Sorry about that. We recently switched to a new blog tool and it looks like some of the previously attached content has not moved over. Sorry for any inconvenience. I'll try to locate it and re-attach to this post.
I'd love to see this sample chart of accounts as well. :-)
Apologies for the delay in getting the sample re-attached. We had some technical issues when we moved our blog over to the new tool, so I apologize for any inconvenience. You should now be able to see the sample file directly above the tags at the end of the post.
In addition to this blog series, Mark conducted a webinar with TechSoup. You can view the archived recording here along with a variety of the resources, samples, and sites he recommends for learning more.
How can I access the other posts listed (Steps 3 thru 6)?
You can see all the steps by looking at the QuickBooks tag here: forums.techsoup.org/.../QuickBooks
He combined all six of his steps into four blog posts.
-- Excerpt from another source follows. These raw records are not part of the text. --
import sharp from 'sharp';
import type { Browser } from './browser';
import type { World } from './world';

/**
 * The work-order loop's rows of the access matrix (spec/auth/access-matrix.spec.ts).
 * contractorWithJob's company gets jobs on appliances of unit A, one job per state-changing
 * route, so each route is called once in the state it expects and its answer does not hang
 * on the order jasmine runs the callers in. Manager routes that change a record act on
 * records in a settled state (a cancelled request, a job with no cost yet): the rules and
 * scope are checked before the state, so every allowed caller gets the same conflict.
 */
export interface WorkOrderMatrixCase {
  params?: Record<string, string>;
  /** A function gives each caller its own body (a create that refuses a second of the same name). */
  body?: unknown | ((caller: string) => unknown);
  target?: { organizationId: string; unitId?: string; assigned?: boolean; tenantSees?: boolean };
  ok: number;
}

export interface WorkOrderMatrixSeed {
  organizationId: string;
  unitA: string;
  propertyId: string;
  contractorId: string;
  idleContractorId: string;
  /** A company with nobody in it: the coverage case names it, so a declined job passed to the backup reaches no matrix person. */
  spareContractorId: string;
  idleMemberId: string;
  /** The job on appliance A, left on site: records, reads and attachments go here. */
  onSite: { workOrderId: string; requestId: string; attachmentId: string };
  dispatched: string;
  toDecline: string;
  accepted: string;
  scheduled: string;
  toComplete: string;
  cancelledRequestId: string;
  incidentId: string;
}

async function one(world: World, sql: string, params: unknown[]): Promise<string> {
  const [row] = await world.db.dataSource.query(sql, params);
  return row.id;
}

function ok(res: { status: number; body: unknown }, what: string, expected = 200) {
  if (res.status !== expected) throw new Error(`matrix seed: ${what} answered ${res.status} ${JSON.stringify(res.body).slice(0, 200)}`);
  return res.body as Record<string, any>;
}

const VISIT = { startAt: '2026-03-03T15:00:00.000Z', endAt: '2026-03-03T17:00:00.000Z' };

/** A request on a fresh appliance of unit A, dispatched to the contractor's company. */
async function dispatchedJob(world: World, manager: Browser, contractorId: string, title: string): Promise<{ workOrderId: string; requestId: string }> {
  const { org1 } = world.fixtures;
  const applianceId = await one(world, `INSERT INTO appliance (unit_id, style) VALUES ($1, 'top-freezer') RETURNING id`, [org1.unitA]);
  return dispatchOn(manager, applianceId, contractorId, title);
}

async function dispatchOn(manager: Browser, applianceId: string, contractorId: string, title: string): Promise<{ workOrderId: string; requestId: string }> {
  const request = ok(await manager.post('/api/service-requests', { applianceId, title }), `open ${title}`, 201);
  const dispatched = ok(await manager.post(`/api/service-requests/${request.id}/dispatch`, { contractorId }), `dispatch ${title}`);
  return { workOrderId: dispatched.workOrder.id, requestId: request.id };
}

async function contractorCompany(world: World, name: string, memberId: string): Promise<string> {
  const id = await one(world, `INSERT INTO contractor (organization_id, name, email, phone) VALUES ($1, $2, $3, '555-0142') RETURNING id`, [
    world.fixtures.org1.id,
    name,
    `${name.toLowerCase().replace(/\W+/g, '.')}@example.com`,
  ]);
  await world.db.dataSource.query(`INSERT INTO contractor_member (contractor_id, user_id) VALUES ($1, $2)`, [id, memberId]);
  return id;
}

async function walk(tech: Browser, workOrderId: string, steps: ('accept' | 'schedule' | 'arrive')[]): Promise<void> {
  const bodies = { accept: {}, schedule: VISIT, arrive: { notes: '' } };
  for (const step of steps) ok(await tech.post(`/api/work-orders/${workOrderId}/${step}`, bodies[step]), `${step} ${workOrderId}`);
}

async function photo(tech: Browser, workOrderId: string): Promise<string> {
  const png = await sharp({ create: { width: 8, height: 8, channels: 3, background: '#336699' } }).png().toBuffer();
  const res = await tech.agent.post(`/api/work-orders/${workOrderId}/attachments`).set('X-XSRF-TOKEN', tech.csrfToken).field('kind', 'before').attach('file', png, 'plate.png');
  return ok(res, 'upload a photo', 201).id;
}

function insertIncident(world: World): Promise<string> {
  const { org1 } = world.fixtures;
  return one(
    world,
    `INSERT INTO incident (organization_id, property_id, unit_id, appliance_id, level, engine_incident_id, lane, kind, kinds, started_at, opened_at, severity, probable_causes, updated_at)
     VALUES ($1, $2, $3, $4, 'appliance', 'matrix-incident', 'repair', 'warming-trend', ARRAY['warming-trend'], now(), now(), 'watch', '[]', now()) RETURNING id`,
    [org1.id, org1.propertyId, org1.unitA, org1.applianceA],
  );
}

export async function seedWorkOrderMatrix(world: World): Promise<WorkOrderMatrixSeed> {
  const { org1, users } = world.fixtures;
  const manager = await world.signedIn('adminOrg1');
  const contractorId = await contractorCompany(world, 'Matrix Cold Repair', users.contractorWithJob.id);
  const idleContractorId = await contractorCompany(world, 'Idle Fridge Works', users.contractorWithoutJob.id);
  const spareContractorId = await one(world, `INSERT INTO contractor (organization_id, name, email, phone) VALUES ($1, 'Spare Cold Co', 'spare@example.com', '555-0144') RETURNING id`, [org1.id]);
  const tech = await world.signedIn('contractorWithJob');

  const onSite = await dispatchOn(manager, org1.applianceA, contractorId, 'Matrix: on site');
  await walk(tech, onSite.workOrderId, ['accept', 'schedule', 'arrive']);
  const attachmentId = await photo(tech, onSite.workOrderId);
  const job = (title: string) => dispatchedJob(world, manager, contractorId, title);
  const dispatched = (await job('Matrix: to accept')).workOrderId;
  const toDecline = (await job('Matrix: to decline')).workOrderId;
  const accepted = (await job('Matrix: to schedule')).workOrderId;
  await walk(tech, accepted, ['accept']);
  const scheduled = (await job('Matrix: to arrive')).workOrderId;
  await walk(tech, scheduled, ['accept', 'schedule']);
  const toComplete = (await job('Matrix: to complete')).workOrderId;
  await walk(tech, toComplete, ['accept', 'schedule', 'arrive']);

  const cancelled = await job('Matrix: cancelled');
  ok(await manager.post(`/api/service-requests/${cancelled.requestId}/cancel`, { reason: 'opened by mistake' }), 'cancel');
  return {
    organizationId: org1.id,
    unitA: org1.unitA,
    propertyId: org1.propertyId,
    contractorId,
    idleContractorId,
    spareContractorId,
    idleMemberId: users.contractorWithoutJob.id,
    onSite: { ...onSite, attachmentId },
    dispatched,
    toDecline,
    accepted,
    scheduled,
    toComplete,
    cancelledRequestId: cancelled.requestId,
    incidentId: await insertIncident(world),
  };
}

/** Conflict: the record is in a state the action does not apply to. */
const SETTLED = 409;

export function workOrderMatrixCases(seed: WorkOrderMatrixSeed): Record<string, WorkOrderMatrixCase> {
  const org = seed.organizationId;
  const job = (workOrderId: string, body?: unknown) => ({ params: { workOrderId }, body, target: { organizationId: org, assigned: true } });
  const onSite = job(seed.onSite.workOrderId);
  const cancelled = { params: { requestId: seed.cancelledRequestId }, target: { organizationId: org } };
  const unitA = { organizationId: org, unitId: seed.unitA };
  return {
    'GET /api/service-requests': { ok: 200 },
    'GET /api/service-requests/export': { ok: 200 },
    'GET /api/service-requests/:requestId': { params: { requestId: seed.onSite.requestId }, target: { ...unitA, assigned: true, tenantSees: true }, ok: 200 },
    // Appliance A already has an open request: a second one is refused, whoever asks.
    'POST /api/service-requests': { body: { applianceId: '00000000-0000-4000-8000-000000000000', title: 'Matrix: no such appliance' }, ok: 404 },
    'POST /api/service-requests/:requestId/dispatch': { ...cancelled, body: {}, ok: SETTLED },
    'POST /api/service-requests/:requestId/cancel': { ...cancelled, body: { reason: 'again' }, ok: SETTLED },
    'POST /api/service-requests/:requestId/merge': { ...cancelled, body: { intoRequestId: seed.onSite.requestId }, ok: SETTLED },
    'PATCH /api/service-requests/:requestId': { ...cancelled, body: { priority: 'urgent' }, ok: SETTLED },
    'GET /api/work-orders': { ok: 200 },
    'GET /api/work-orders/export': { ok: 200 },
    'GET /api/work-orders/:workOrderId': { ...onSite, ok: 200 },
    'POST /api/work-orders/:workOrderId/accept': { ...job(seed.dispatched, {}), ok: 200 },
    'POST /api/work-orders/:workOrderId/decline': { ...job(seed.toDecline, { reason: 'no technician free this week' }), ok: 200 },
    'POST /api/work-orders/:workOrderId/schedule': { ...job(seed.accepted, VISIT), ok: 200 },
    'POST /api/work-orders/:workOrderId/arrive': { ...job(seed.scheduled, { notes: 'tenant let me in' }), ok: 200 },
    'POST /api/work-orders/:workOrderId/complete': { ...job(seed.toComplete, { causeFound: 'evaporator-fan', findings: 'fan motor seized; replaced' }), ok: 200 },
    'PATCH /api/work-orders/:workOrderId': { ...job(seed.onSite.workOrderId, { notes: 'matrix note' }), ok: 200 },
    'POST /api/work-orders/:workOrderId/parts': { ...job(seed.onSite.workOrderId, { name: 'Evaporator fan motor', quantity: 1, unitCostCents: 4_800 }), ok: 201 },
    'POST /api/work-orders/:workOrderId/labour': { ...job(seed.onSite.workOrderId, { minutes: 45, hourlyRateCents: 9_500 }), ok: 201 },
    // Sent as JSON, not multipart: no file, after the rules and the scope let the caller in.
    'POST /api/work-orders/:workOrderId/attachments': { ...onSite, body: {}, ok: 400 },
    // The job on site has no cost to decide and is not completed: a conflict for every manager.
    'POST /api/work-orders/:workOrderId/cost/approve': { ...job(seed.onSite.workOrderId, {}), ok: SETTLED },
    'POST /api/work-orders/:workOrderId/cost/dispute': { ...job(seed.onSite.workOrderId, { note: 'too dear' }), ok: SETTLED },
    'POST /api/work-orders/:workOrderId/verify': { ...job(seed.onSite.workOrderId, {}), ok: SETTLED },
    'GET /api/contractors': { ok: 200 },
    'POST /api/contractors': { body: (caller: string) => ({ name: `Matrix Company of ${caller}`, email: 'new.company@example.com' }), ok: 201 },
    'GET /api/contractors/people': { ok: 200 },
    'GET /api/contractors/:contractorId': { params: { contractorId: seed.contractorId }, target: { organizationId: org }, ok: 200 },
    'PATCH /api/contractors/:contractorId': { params: { contractorId: seed.contractorId }, body: { phone: '555-0143' }, target: { organizationId: org }, ok: 200 },
    'POST /api/contractors/:contractorId/members': { params: { contractorId: seed.idleContractorId }, body: { userId: seed.idleMemberId }, target: { organizationId: org }, ok: 200 },
    'DELETE /api/contractors/:contractorId/members/:userId': { params: { contractorId: seed.contractorId, userId: seed.idleMemberId }, target: { organizationId: org }, ok: 200 },
    'GET /api/coverage': { ok: 200 },
    'PUT /api/coverage': { body: { propertyId: seed.propertyId, applianceStyle: null, rank: 'backup', contractorId: seed.spareContractorId }, target: { organizationId: org }, ok: 200 },
    'GET /api/org-settings': { ok: 200 },
    'PATCH /api/org-settings': { body: { dispatchHoldMinutes: 0 }, ok: 200 },
    'GET /api/tenant/home': { ok: 200 },
    // JSON instead of the multipart form: the report field is missing.
    'POST /api/tenant/reports': { body: {}, ok: 400 },
    'GET /api/incidents': { ok: 200 },
    'GET /api/incidents/export': { ok: 200 },
    'GET /api/incidents/:incidentId': { params: { incidentId: seed.incidentId }, target: unitA, ok: 200 },
    'GET /api/attachments/:attachmentId': { params: { attachmentId: seed.onSite.attachmentId }, target: { ...unitA, assigned: true }, ok: 200 },
    'GET /api/attachments/:attachmentId/thumbnail': { params: { attachmentId: seed.onSite.attachmentId }, target: { ...unitA, assigned: true }, ok: 200 },
    'GET /api/notification-preferences': { ok: 200 },
    'PUT /api/notification-preferences': { body: { muteNonUrgent: false }, ok: 200 },
  };
}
I've learned a lot from these forum posts. We have been using Quickbooks incorrectly for years. We need to get it set up correctly. I'm assuming the only way to do this is to start over from scratch?
Is this still current with the new Quickbooks 2013? Am confused that the date of the blog posts is Feb 2013 but the comments are all from 2011...
Thanks for your post. The setup and implementation I explain in these updated blogs will work on QB 2013. Hope this helps.